──────── Information ────────
"""Candidate planes: catalogue systems grouped by (plane, mode), and their predicted traces.

A candidate is one plane variant of one mode (``(1 1 1)`` slip, ``(1 1 1)`` twin, ...),
with all the catalogue systems on it. :func:`predict_candidates` gives each candidate's
image-frame trace angle, its inclination to the surface and the stage-tilt slope for one
or many orientations at once; it is the only place of this package that predicts traces.
"""

from __future__ import annotations

import threading
from collections import OrderedDict
from dataclasses import dataclass, field
from typing import Any, Iterable

import numpy as np

from tracefit.conventions import FrameSettings
from tracefit.errors import TracefitInputError
from tracefit.predict import predicted_trace_table

__all__ = ["plane_key", "CandidateSet", "candidate_set", "as_candidate_set", "predict_candidates",
           "system_family_prior"]


def plane_key(plane: Iterable) -> tuple:
    """Sign-free key of a plane: (h k l) and (-h -k -l) are the same plane.

    Parameters
    ----------
    plane : sequence of int
        Miller (or Miller-Bravais) indices.

    Returns
    -------
    tuple of int
        The indices with the first non-zero one positive.

    Examples
    --------
    >>> plane_key((-1, 1, -1))
    (1, -1, 1)
    """
    p = tuple(int(round(x)) for x in plane)
    for x in p:
        if x != 0:
            return p if x > 0 else tuple(-y for y in p)
    return p


@dataclass
class CandidateSet:
    """Candidate (plane, mode) groups of a catalogue, ready for fast per-grain prediction.

    Build it with :func:`candidate_set`; all attributes have one entry per candidate (P).

    Attributes
    ----------
    planes : list of tuple, length P
        Plane indices as given by the first system of each group.
    families : list of str, length P
        Plane family names (``"{111}"``, ...).
    modes : list of str, length P
        ``"slip"`` or ``"twin"``.
    normals : ndarray, shape (P, 3)
        Unit plane normals, Cartesian crystal frame.
    plane_ids : ndarray of int, shape (P,)
        Index of the distinct (sign-free) plane; slip and twin on one plane share it.
    systems : list of list, length P
        The catalogue systems of each group.

    Examples
    --------
    >>> from tracefit.crystal import catalogue, lattice_preset
    >>> cs = candidate_set(catalogue(lattice_preset("fcc")))
    >>> len(cs), int(cs.plane_ids.max()) + 1, cs.planes[0], sorted(set(cs.modes))
    (8, 4, (1, 1, 1), ['slip', 'twin'])
    """

    planes: list
    families: list
    modes: list
    normals: np.ndarray
    plane_ids: np.ndarray
    systems: list
    _flat: object = field(default=None, repr=False, compare=False)
    # per-set results that do not depend on the grain (prior shares, systems without a load)
    _memo: dict = field(default_factory=dict, repr=False, compare=False)

    def __len__(self) -> int:
        return len(self.planes)


def candidate_set(systems: Iterable, modes: Iterable[str] | None = None, families: Iterable[str] | None = None) -> CandidateSet:
    """Group catalogue systems by (plane, mode).

    Parameters
    ----------
    systems : iterable of DeformationSystem
        Each with ``mode``, ``family``, ``plane``, ``normal`` (unit, crystal frame) and
        ``dir_unit`` / ``direction`` (e.g. :func:`tracefit.crystal.catalogue`).
    modes : iterable of str, optional
        Keep only these modes (``["slip"]``, ``["twin"]``).
    families : iterable of str, optional
        Keep only these plane families (``["{111}"]``; spaces ignored).

    Returns
    -------
    CandidateSet

    Raises
    ------
    TracefitInputError
        When ``systems`` is empty or no system is left after the filters.

    Examples
    --------
    >>> from tracefit.crystal import catalogue, lattice_preset
    >>> cs = candidate_set(catalogue(lattice_preset("fcc")), modes=["slip"])
    >>> len(cs), sorted(set(cs.modes)), len(cs.systems[0])
    (4, ['slip'], 3)
    """
    systems = list(systems)
    if not systems:
        raise TracefitInputError("systems is empty: give the candidate systems, e.g. tracefit.crystal.catalogue(lattice)")
    modes = None if modes is None else {m.strip().lower() for m in modes}
    fam_filter = None if families is None else {f.replace(" ", "") for f in families}
    groups: dict = {}
    for s in systems:
        mode = str(s.mode).lower()
        if modes is not None and mode not in modes:
            continue
        if fam_filter is not None and str(s.family).replace(" ", "") not in fam_filter:
            continue
        groups.setdefault((plane_key(s.plane), mode), []).append(s)  # dicts keep first-seen order
    if not groups:
        raise TracefitInputError(
            "no candidate systems left after filtering by modes and families; "
            "check modes (slip, twin) and the family names of this lattice"
        )
    plane_index: dict = {}
    planes, fams, mds, normals, pids = [], [], [], [], []
    for (pk, mode), ss in groups.items():
        s0 = ss[0]
        plane_index.setdefault(pk, len(plane_index))
        planes.append(tuple(int(round(x)) for x in s0.plane))
        fams.append(str(s0.family))
        mds.append(mode)
        n = np.asarray(s0.normal, float)
        normals.append(n / np.linalg.norm(n))
        pids.append(plane_index[pk])
    return CandidateSet(planes, fams, mds, np.array(normals), np.array(pids), list(groups.values()))


def as_candidate_set(systems: Any, modes: Iterable[str] | None = None, families: Iterable[str] | None = None) -> CandidateSet:
    """``systems`` itself when it is a :class:`CandidateSet`, else :func:`candidate_set` of it.

    Parameters
    ----------
    systems : CandidateSet or iterable of DeformationSystem
        A ready candidate set is passed through untouched.
    modes, families : optional
        Filters, as :func:`candidate_set` (ignored for a CandidateSet).

    Returns
    -------
    CandidateSet
        The given set, or a new one grouped from the systems.

    Raises
    ------
    TracefitInputError
        As :func:`candidate_set` (no systems, or none left after the filters).

    Examples
    --------
    >>> from tracefit.crystal import catalogue, lattice_preset
    >>> cs = as_candidate_set(catalogue(lattice_preset("fcc")), ["slip"])
    >>> as_candidate_set(cs) is cs
    True

    The same list of systems (the same objects) with the same filters gives the same set, built once:

    >>> systems = catalogue(lattice_preset("fcc"))
    >>> as_candidate_set(systems, ["slip"]) is as_candidate_set(list(systems), ["slip"])
    True
    """
    if isinstance(systems, CandidateSet):
        return systems
    systems = list(systems)
    # filters read once (they may be iterators), kept as given otherwise
    modes = modes if modes is None or isinstance(modes, str) else tuple(modes)
    families = families if families is None or isinstance(families, str) else tuple(families)
    key = (tuple(map(id, systems)), modes, families)
    with _SETS_LOCK:
        hit = _SETS.get(key)
        if hit is not None:
            _SETS.move_to_end(key)
            return hit[1]
    cands = candidate_set(systems, modes, families)
    with _SETS_LOCK:
        # the entry holds the systems themselves, so that their ids stay theirs while it lives
        _SETS[key] = (systems, cands)
        while len(_SETS) > _SETS_SIZE:
            _SETS.popitem(last=False)
    return cands


# Candidate sets of the last few system lists given to as_candidate_set, keyed by the identity of
# the systems (DeformationSystem is frozen) and the filters: a survey or a loop over grains passes
# one catalogue again and again, and grouping it took as long as identifying a family.
_SETS: OrderedDict = OrderedDict()
_SETS_SIZE = 16
_SETS_LOCK = threading.Lock()


def predict_candidates(cands: CandidateSet, g: np.ndarray,
                       frame: FrameSettings | None = None) -> tuple[np.ndarray, np.ndarray, np.ndarray]:
    """Predicted image-frame trace angles, inclinations and tilt slopes of every candidate.

    Parameters
    ----------
    cands : CandidateSet
        P candidates.
    g : ndarray, shape (3, 3) or (N, 3, 3)
        Orientation(s), v_crystal = g v_sample.
    frame : FrameSettings, optional
        Orientation-data frame -> image (rotation, flips, stage tilt); identity by default.

    Returns
    -------
    angle_deg : ndarray, shape (N, P)
        Apparent trace angle (after frame and tilt), axial degrees in [0, 180); N = 1 for one g.
    inclination_deg : ndarray, shape (N, P)
        Angle between plane and surface, degrees (90 = upright).
    slope : ndarray, shape (N, P)
        d(apparent)/d(true) of the stage tilt (1 without tilt).

    Raises
    ------
    TracefitInputError
        When ``g`` is not (3, 3) or (N, 3, 3).

    Examples
    --------
    The (111) trace of an fcc crystal at Euler (0, 30, 0):

    >>> from tracefit.crystal import catalogue, from_euler, lattice_preset
    >>> cs = candidate_set(catalogue(lattice_preset("fcc")), ["slip"])
    >>> ang, incl, slope = predict_candidates(cs, from_euler((0, 30, 0)))
    >>> cs.planes[0], round(float(ang[0, 0]), 2), round(float(incl[0, 0]), 1), float(slope[0, 0])
    ((1, 1, 1), 110.1, 37.9, 1.0)
    """
    g = np.asarray(g, float)
    tab = predicted_trace_table(None, g[None] if g.ndim == 2 else g, cands.normals, frame or FrameSettings())
    return tab.angle_deg, tab.inclination_deg, tab.slope


def _norm_key(text: Any) -> str:
    return str(text).replace(" ", "").lower()


def _family_weight(name: str, plane_family: str, mode: str, weights: dict) -> float:
    """The user's weight of one system family: by system name (with or without its trailing
    mode word), plane family or mode; 1 when none is given."""
    n = _norm_key(name)
    for key in (n, n.removesuffix(mode), _norm_key(plane_family), mode):
        if key in weights:
            return weights[key]
    return 1.0


def _check_weights(prior: Any) -> dict:
    if prior is None:
        return {}
    if not hasattr(prior, "items"):
        raise TracefitInputError(f"prior must be a mapping of system family to weight, e.g. {{'{{110}}<111>': 2}}, got {type(prior).__name__}")
    out = {}
    for k, v in prior.items():
        try:
            w = float(v)
        except (TypeError, ValueError):
            raise TracefitInputError(f"prior: the weight of {k!r} must be a number, got {v!r}") from None
        if not (w >= 0.0 and w < float("inf")):
            raise TracefitInputError(f"prior: the weight of {k!r} must be a finite number >= 0, got {v!r}")
        out[_norm_key(k)] = w
    return out


def system_family_prior(cands: CandidateSet, prior: Any = None) -> np.ndarray:
    """Prior share of every candidate: equal per system family, spread over the family's planes.

    Each system family (catalogue ``name``: ``"{110}<111> slip"``, ``"basal <a>"``, ...) gets the
    same weight unless ``prior`` says otherwise; a family's weight is shared equally by the
    distinct planes it has systems on, and a candidate (one plane, one mode) sums the shares of
    the families on it. So a family with many planes ({123} in bcc: 24) does not take more
    prior mass than one with few ({110}: 6).

    Parameters
    ----------
    cands : CandidateSet
        P candidates.
    prior : dict, optional
        Relative weights (>= 0) keyed by system family name (``"{110}<111> slip"`` or
        ``"{110}<111>"``; spaces and case ignored), by plane family (``"{112}"``: all its
        system families) or by mode (``"twin"``). Unnamed families weigh 1.

    Returns
    -------
    ndarray, shape (P,)
        Shares summing to 1.

    Raises
    ------
    TracefitInputError
        Weights that are not finite numbers >= 0, a key that names no family of ``cands``, or
        all weights 0.

    Examples
    --------
    bcc with {110}, {112} and {123} slip: each family a third, so a {123} plane (24 of them)
    weighs a quarter of a {110} plane (6):

    >>> from tracefit.crystal import catalogue, lattice_preset
    >>> cs = candidate_set(catalogue(lattice_preset("bcc"), ["slip"]))
    >>> w = system_family_prior(cs)
    >>> fam = np.array(cs.families)
    >>> [round(float(w[fam == f].sum()), 3) for f in ("{110}", "{112}", "{123}")]
    [0.333, 0.333, 0.333]
    >>> w2 = system_family_prior(cs, {"{110}<111>": 2})
    >>> round(float(w2[fam == "{110}"].sum()), 3)
    0.5
    """
    weights = _check_weights(prior)
    memo_key = ("prior", tuple(sorted(weights.items())))
    if memo_key in cands._memo:
        return cands._memo[memo_key].copy()
    fams: dict = {}  # system family name -> (weight, set of plane ids)
    member: list = []  # per candidate, the family names on it
    for c, ss in enumerate(cands.systems):
        names = []
        for sy in ss:
            name = str(getattr(sy, "name", None) or f"{cands.families[c]} {cands.modes[c]}")
            if name not in fams:
                fams[name] = [_family_weight(name, cands.families[c], cands.modes[c], weights), set()]
            fams[name][1].add(int(cands.plane_ids[c]))
            names.append(name)
        member.append(dict.fromkeys(names))
    known = set()
    for c, ss in enumerate(cands.systems):
        for sy in ss:
            n = _norm_key(getattr(sy, "name", "") or "")
            known |= {n, n.removesuffix(cands.modes[c]), _norm_key(cands.families[c]), cands.modes[c]}
    unknown = sorted(set(weights) - known)
    if unknown:
        raise TracefitInputError(f"prior: {unknown[0]!r} names no system family of these candidates "
                                 f"(they are: {', '.join(fams)})")
    total = sum(w for w, _ in fams.values())
    if total <= 0:
        raise TracefitInputError("prior: every system family has weight 0; give at least one a positive weight")
    share = np.array([sum(fams[n][0] / len(fams[n][1]) for n in names) for names in member]) / total
    cands._memo[memo_key] = share.copy()
    return share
────────
## [What this task involves]
All lines above from the one holding "def __len__(self) ->" to the one holding "by (plane, mode).", inclusive, are to be copied exactly; no other line is wanted.

## [Solution]
    def __len__(self) -> int:
        return len(self.planes)


def candidate_set(systems: Iterable, modes: Iterable[str] | None = None, families: Iterable[str] | None = None) -> CandidateSet:
    """Group catalogue systems by (plane, mode).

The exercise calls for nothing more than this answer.